Monday– Classes from 2-8 pm Berlin time 

 

Session 1: Introduction
In this kick-off session students will be introduced to genomics. This introduction will include a historical background on DNA sequencing and genome assembly techniques that were developed since the discovery of nucleic acids. It will range from early strategies to popular high throughput approaches, including a general overview of so called ‘third-generation’ approaches (long-read sequencing) and scaffolding approaches (optical mapping, proximity ligation Hi-C). This introduction on DNA sequencing will be accompanied by an overview of the evolution of bioinformatics throughout the 20th Century and the early 21st Century. Special attention will be paid to the evolution of genome assembly approaches, including those that will be employed in the rest of the course. We will discuss some of the latest developments in the field. State-of-the-art applications, targeted to ecological and evolutionary studies, will also be introduced.  

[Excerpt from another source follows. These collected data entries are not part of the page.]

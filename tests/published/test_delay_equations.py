"""Linear delay equations whose roots and boundaries are known in closed form, put to the engine as loops.

Oracles: Hayes 1950, J. London Math. Soc. 25, 226-232 (boundaries); the roots of x' = -b x(t - tau) from the Lambert W function; the
first-order lag with delay by its own phase equation, solved here by bisection. Digits given in the tables are computed from these.
"""

from __future__ import annotations

import math

import numpy as np
import pytest
from hypothesis import given
from hypothesis import strategies as st

from lagscape.engine.margins import margins
from lagscape.engine.roots import rightmost_roots
from lagscape.engine.simulate import simulate
from support.linear_loop import linear_form, linear_rest

EPS = np.finfo(float).eps


def rates(low: float, high: float) -> st.SearchStrategy[float]:
    """Rates to six places: a rate of 1e-200 is no rate of anything."""
    return st.floats(low, high).map(lambda value: round(value, 6))


def rightmost(a: float, b: float, tau: float) -> complex:
    """The rightmost root, of a pair the upper one."""
    return rightmost_roots(linear_form(a, b, tau), linear_rest()).values[0]


@pytest.mark.parametrize("tau", [0.01, 0.3, 1.0, 40.0])
def test_stability_is_lost_at_b_tau_half_pi_with_a_period_of_four_delays(tau: float) -> None:
    # Oracle: Hayes 1950. Tolerance: rounding of the polished root, scaled by 1/tau.
    root = rightmost(0.0, math.pi / 2.0 / tau, tau)
    assert abs(root.real) * tau <= 64 * EPS
    assert 2.0 * math.pi / root.imag == pytest.approx(4.0 * tau, rel=64 * EPS)
    found = margins(linear_form(0.0, math.pi / 2.0 / tau, tau), linear_rest())
    assert found.gain_margin == pytest.approx(1.0, abs=1e-9)


@pytest.mark.parametrize(
    ("b_tau", "root"),
    [(0.5, -0.794024 + 0.770112j), (1.0, -0.318132 + 1.337236j), (2.0, 0.172816 + 1.673686j)],
)
@pytest.mark.parametrize("tau", [0.2, 1.0, 12.0])
def test_rightmost_roots_of_the_pure_delay_equation(b_tau: float, root: complex, tau: float) -> None:
    # Oracle: W0(-b tau), computed to six places. Tolerance: half of the last place.
    found = rightmost(0.0, b_tau / tau, tau) * tau
    assert found.real == pytest.approx(root.real, abs=5e-7)
    assert found.imag == pytest.approx(root.imag, abs=5e-7)


def test_two_real_roots_meet_at_b_tau_one_over_e() -> None:
    # Oracle: W0(-1/e) = -1, a double root. Tolerance: a double root is known to the square root of rounding.
    found = rightmost(0.0, math.exp(-1.0), 1.0)
    assert abs(found + 1.0) < 1e-6


@pytest.mark.parametrize(("b_tau", "oscillates"), [(0.36, False), (0.6, True), (1.5, True)])
def test_the_answer_is_monotone_up_to_one_over_e(b_tau: float, oscillates: bool) -> None:
    # Oracle: monotone for b tau <= 1/e = 0.3679 (Hayes 1950), by the roots and by the simulated sign.
    root = rightmost(0.0, b_tau, 1.0)
    assert (abs(root.imag) > 0.0) is oscillates
    trace = simulate(linear_form(0.0, b_tau, 1.0), rest=linear_rest(), offset=1.0, duration=60.0, purpose="release")
    assert bool(np.any(trace.states < -1e-7)) is oscillates


@pytest.mark.parametrize(("a", "b", "critical"), [(0.5, 1.0, 2.4183992), (1.0, 2.0, 1.2091996)])
def test_critical_delay_of_the_scalar_equation(a: float, b: float, critical: float) -> None:
    # Oracle: tau_c = arccos(-a/b)/sqrt(b^2 - a^2). Tolerance: half of the seventh place.
    margin = margins(linear_form(a, b, 0.5), linear_rest()).delay_margin_s
    assert margin is not None
    assert 0.5 + margin == pytest.approx(critical, abs=5e-8)
    assert rightmost(a, b, critical - 1e-6).real < 0.0 < rightmost(a, b, critical + 1e-6).real


@given(a=rates(-0.9, 3.0), ratio=st.floats(1.05, 20.0))
def test_critical_delay_anywhere(a: float, ratio: float) -> None:
    # Same oracle over the plane, a < 0 included. The margin is a frequency and an angle, each right to a few roundings; near b = |a|
    # the frequency goes to zero and takes up to 1/(ratio - 1) of them.
    b = max(abs(a), 0.05) * ratio
    critical = math.acos(-a / b) / math.sqrt(b * b - a * a)
    margin = margins(linear_form(a, b, 0.5 * critical), linear_rest()).delay_margin_s
    assert margin is not None
    assert 0.5 * critical + margin == pytest.approx(critical, rel=1e-11)


@given(a=rates(-1.0, 4.0), b=rates(0.05, 8.0), tau=st.floats(0.05, 5.0))
def test_rightmost_root_is_lambert_w(a: float, b: float, tau: float) -> None:
    # Oracle: s = -a + W0(-b tau e^(a tau))/tau by scipy, checked in the equation itself, because W loses digits at its branch point.
    special = pytest.importorskip("scipy.special")
    argument = -b * tau * math.exp(a * tau)
    expected = complex(-a + special.lambertw(argument) / tau)
    if abs(argument + math.exp(-1.0)) < 1e-6 or not math.isfinite(expected.real):
        return
    found = rightmost(a, b, tau)
    residual = found + a + b * np.exp(-found * tau)
    assert abs(residual) <= 1e-11 * (abs(found) + abs(a) + b * math.exp(-found.real * tau))
    sensitive = 1e-9 * (1.0 + 1.0 / math.sqrt(abs(argument * math.e + 1.0)))
    assert abs(found.real - expected.real) <= sensitive * (abs(expected) + abs(a) + 1.0 / tau)


def lag_crossover(ratio: float) -> tuple[float, float]:
    """Frequency times delay and critical gain of K e^(-s tau)/(1 + s T), T = ratio tau, by bisection on tan(w tau) = -w T."""
    low, high = math.pi / 2.0, math.pi
    for _ in range(200):
        middle = 0.5 * (low + high)
        low, high = (middle, high) if middle + math.atan(middle * ratio) < math.pi else (low, middle)
    return low, math.sqrt(1.0 + (low * ratio) ** 2)


@pytest.mark.parametrize(("ratio", "periods", "critical"), [(0.1, 2.1948, 1.0402), (1.0, 3.0971, 2.2618), (10.0, 3.8500, 16.3506)])
def test_first_order_lag_with_delay(ratio: float, periods: float, critical: float) -> None:
    # Oracle: tan(w tau) = -w T, K_c = sqrt(1 + (w T)^2). Tolerance: half of the fourth place.
    tau = 2.0
    found = margins(linear_form(1.0 / (ratio * tau), 1.0 / (ratio * tau), tau), linear_rest())
    assert found.gain_margin == pytest.approx(critical, abs=5e-5)
    assert found.phase_crossover_frequency is not None
    assert 2.0 * math.pi / found.phase_crossover_frequency / tau == pytest.approx(periods, abs=5e-5)


@given(ratio=st.floats(1e-2, 1e2), tau=st.floats(0.1, 50.0), share=st.floats(0.1, 3.0))
def test_the_period_of_one_lag_lies_between_two_and_four_delays(ratio: float, tau: float, share: float) -> None:
    # Law of Glass and Mackey for a single lag; frequency and gain against the bisection above.
    angle, critical = lag_crossover(ratio)
    gain = share * critical
    found = margins(linear_form(1.0 / (ratio * tau), gain / (ratio * tau), tau), linear_rest())
    assert found.phase_crossover_frequency is not None and found.loop_gain is not None
    period = 2.0 * math.pi / found.phase_crossover_frequency
    assert 2.0 * tau < period < 4.0 * tau
    assert period == pytest.approx(2.0 * math.pi * tau / angle, rel=1e-10)
    assert found.loop_gain == pytest.approx(share, rel=1e-10)
    assert found.stable is (share < 1.0) or abs(share - 1.0) < 1e-9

Session 2: Principles of bioinformatics in genome assembly algorithms
In this module we will deepen the bionformatic concepts that are pivotal to understand the different steps of a genome assembly pipeline. We will dive into past and current assembly algorithms (greedy, De Brujin graphs, OLC, string graphs) and we will also present the most common methods and file formats used. The importance of raw data evaluation (contaminations, adapter-trimming, read correction) and reference-tools to assess genome properties (e.g. Genomescope2) will be presented. We will also present and discuss popular QC tools to evaluate consensus and structural accuracy (e.g. Merqury, BUSCO). We will also review key concept in genome assembly and evaluation (e.g. N* metrics, consensus accuracy, haplotype switches). This section will be interactive, with hands on questions and cases to be addressed by the students. We will test some of these algorithms with small test datasets and analyse the outputs. Assembly graphs will be visualized and discussed with tools such as Bandage.

 


Invited Speakers

 

 

-Aureliano Bombarely, Professor at IBMCP (Instituto de Biología Molecular y Celular de Plantas) in Valencia, Spain

 

-Kirsty McCaffrey, Bioinformatics Assistant, The Vertebrate Genome Laboratory, The Rockefeller University, New York, NY


-Marco Sollitto, Postdoctoral Associate, University of Florence / The Vertebrate Genome Laboratory, The Rockefeller University, New York, NY


-Bonhwang Koo, Data Support Assistant, The Vertebrate Genome Laboratory, The Rockefeller University, New York, NY


-Terence Murphy, Head of Comparative Genomics Resources, NCBI

Cost overview

Package 1

 

530 €


Cancellation Policy:

 

> 30  days before the start date = 30% cancellation fee

< 30 days before the start date= No Refund.

 

Physalia-courses cannot be held responsible for any travel fees, accommodation or other expenses incurred to you as a result of the cancellation.